*** Task material Section Begins ***

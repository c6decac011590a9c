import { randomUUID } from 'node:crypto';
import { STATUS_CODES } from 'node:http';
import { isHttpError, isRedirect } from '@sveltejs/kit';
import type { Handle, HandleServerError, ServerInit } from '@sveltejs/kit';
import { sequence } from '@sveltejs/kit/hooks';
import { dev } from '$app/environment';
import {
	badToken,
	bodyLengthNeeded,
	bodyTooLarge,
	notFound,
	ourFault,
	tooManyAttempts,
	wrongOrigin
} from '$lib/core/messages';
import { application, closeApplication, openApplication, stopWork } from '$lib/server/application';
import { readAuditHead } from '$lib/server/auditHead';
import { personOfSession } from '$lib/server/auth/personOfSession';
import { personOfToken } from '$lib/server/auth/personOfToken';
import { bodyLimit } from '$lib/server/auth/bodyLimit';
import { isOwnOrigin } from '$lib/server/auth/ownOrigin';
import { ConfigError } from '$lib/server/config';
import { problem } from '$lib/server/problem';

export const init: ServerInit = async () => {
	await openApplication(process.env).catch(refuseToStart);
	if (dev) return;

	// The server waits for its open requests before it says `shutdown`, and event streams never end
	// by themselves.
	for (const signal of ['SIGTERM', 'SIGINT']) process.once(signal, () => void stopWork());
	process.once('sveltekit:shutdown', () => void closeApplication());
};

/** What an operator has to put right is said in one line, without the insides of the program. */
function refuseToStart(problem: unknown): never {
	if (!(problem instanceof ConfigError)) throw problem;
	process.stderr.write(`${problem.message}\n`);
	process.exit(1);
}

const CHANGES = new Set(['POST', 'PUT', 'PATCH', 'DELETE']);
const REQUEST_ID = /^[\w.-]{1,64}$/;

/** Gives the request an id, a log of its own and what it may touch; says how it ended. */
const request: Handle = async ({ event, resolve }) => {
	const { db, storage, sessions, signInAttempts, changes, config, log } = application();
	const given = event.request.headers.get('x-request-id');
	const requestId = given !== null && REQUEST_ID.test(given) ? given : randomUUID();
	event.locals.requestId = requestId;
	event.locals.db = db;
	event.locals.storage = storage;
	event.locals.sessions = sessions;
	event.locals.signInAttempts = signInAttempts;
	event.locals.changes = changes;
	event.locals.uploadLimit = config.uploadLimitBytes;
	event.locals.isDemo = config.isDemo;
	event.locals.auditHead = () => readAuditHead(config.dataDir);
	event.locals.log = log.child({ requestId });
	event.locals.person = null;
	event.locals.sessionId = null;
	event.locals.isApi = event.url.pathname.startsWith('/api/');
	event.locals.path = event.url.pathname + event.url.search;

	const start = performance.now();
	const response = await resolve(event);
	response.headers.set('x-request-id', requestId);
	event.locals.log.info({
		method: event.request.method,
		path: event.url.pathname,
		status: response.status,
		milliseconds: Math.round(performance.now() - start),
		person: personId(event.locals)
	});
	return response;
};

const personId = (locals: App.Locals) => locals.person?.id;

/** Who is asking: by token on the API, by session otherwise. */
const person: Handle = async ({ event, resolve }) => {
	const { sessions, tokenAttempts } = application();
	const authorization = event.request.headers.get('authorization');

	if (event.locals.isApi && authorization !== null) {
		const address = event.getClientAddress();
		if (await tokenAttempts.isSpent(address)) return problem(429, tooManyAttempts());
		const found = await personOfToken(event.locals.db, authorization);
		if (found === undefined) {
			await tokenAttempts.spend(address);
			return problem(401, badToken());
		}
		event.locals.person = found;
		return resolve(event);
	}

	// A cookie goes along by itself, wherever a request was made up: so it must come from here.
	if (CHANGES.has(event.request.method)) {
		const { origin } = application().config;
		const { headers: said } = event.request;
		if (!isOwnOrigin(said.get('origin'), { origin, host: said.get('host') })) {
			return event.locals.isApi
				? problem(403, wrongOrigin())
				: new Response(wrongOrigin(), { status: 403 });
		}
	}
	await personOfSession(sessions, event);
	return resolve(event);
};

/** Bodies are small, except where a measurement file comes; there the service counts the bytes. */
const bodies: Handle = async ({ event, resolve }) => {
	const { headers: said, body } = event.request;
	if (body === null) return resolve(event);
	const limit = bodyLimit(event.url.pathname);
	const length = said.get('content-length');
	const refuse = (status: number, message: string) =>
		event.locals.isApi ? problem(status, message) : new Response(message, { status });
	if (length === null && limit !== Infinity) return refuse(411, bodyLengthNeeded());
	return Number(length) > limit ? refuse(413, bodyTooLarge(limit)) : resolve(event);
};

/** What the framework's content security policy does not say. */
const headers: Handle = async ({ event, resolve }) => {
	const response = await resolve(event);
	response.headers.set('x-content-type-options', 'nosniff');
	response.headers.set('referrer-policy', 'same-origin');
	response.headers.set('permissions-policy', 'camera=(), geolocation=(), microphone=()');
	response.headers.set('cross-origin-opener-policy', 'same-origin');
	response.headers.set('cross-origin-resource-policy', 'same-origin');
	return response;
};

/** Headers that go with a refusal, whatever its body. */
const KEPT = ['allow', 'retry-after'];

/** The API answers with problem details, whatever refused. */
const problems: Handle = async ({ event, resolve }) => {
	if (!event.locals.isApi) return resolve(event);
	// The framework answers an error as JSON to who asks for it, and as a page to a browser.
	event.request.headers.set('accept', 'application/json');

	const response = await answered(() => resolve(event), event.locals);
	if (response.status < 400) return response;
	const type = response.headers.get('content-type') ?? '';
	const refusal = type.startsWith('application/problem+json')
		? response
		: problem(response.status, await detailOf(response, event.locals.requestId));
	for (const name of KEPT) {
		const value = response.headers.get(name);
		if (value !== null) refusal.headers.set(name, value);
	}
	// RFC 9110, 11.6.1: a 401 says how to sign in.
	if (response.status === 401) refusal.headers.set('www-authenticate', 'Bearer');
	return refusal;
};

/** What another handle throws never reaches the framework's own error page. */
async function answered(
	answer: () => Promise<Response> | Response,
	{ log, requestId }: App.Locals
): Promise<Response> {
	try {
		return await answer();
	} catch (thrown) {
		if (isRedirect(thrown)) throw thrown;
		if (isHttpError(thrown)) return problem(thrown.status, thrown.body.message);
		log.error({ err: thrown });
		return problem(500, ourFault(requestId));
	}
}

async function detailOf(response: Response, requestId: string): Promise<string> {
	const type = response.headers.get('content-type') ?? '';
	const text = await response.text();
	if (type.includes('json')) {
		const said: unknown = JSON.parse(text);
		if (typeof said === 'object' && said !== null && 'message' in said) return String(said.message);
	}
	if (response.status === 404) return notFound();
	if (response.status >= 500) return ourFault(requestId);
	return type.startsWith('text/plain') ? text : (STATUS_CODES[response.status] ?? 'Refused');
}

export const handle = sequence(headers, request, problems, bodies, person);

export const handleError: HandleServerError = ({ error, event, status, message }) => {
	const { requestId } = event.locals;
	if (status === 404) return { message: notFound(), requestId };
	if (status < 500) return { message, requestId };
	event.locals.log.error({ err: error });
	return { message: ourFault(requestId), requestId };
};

*** Task material Section Ends ***

*Exercise aim*
The answer must be every line from the records above that contains the word "thrown", copied out.

*Answer space*
	} catch (thrown) {
		if (isRedirect(thrown)) throw thrown;
		if (isHttpError(thrown)) return problem(thrown.status, thrown.body.message);
		log.error({ err: thrown });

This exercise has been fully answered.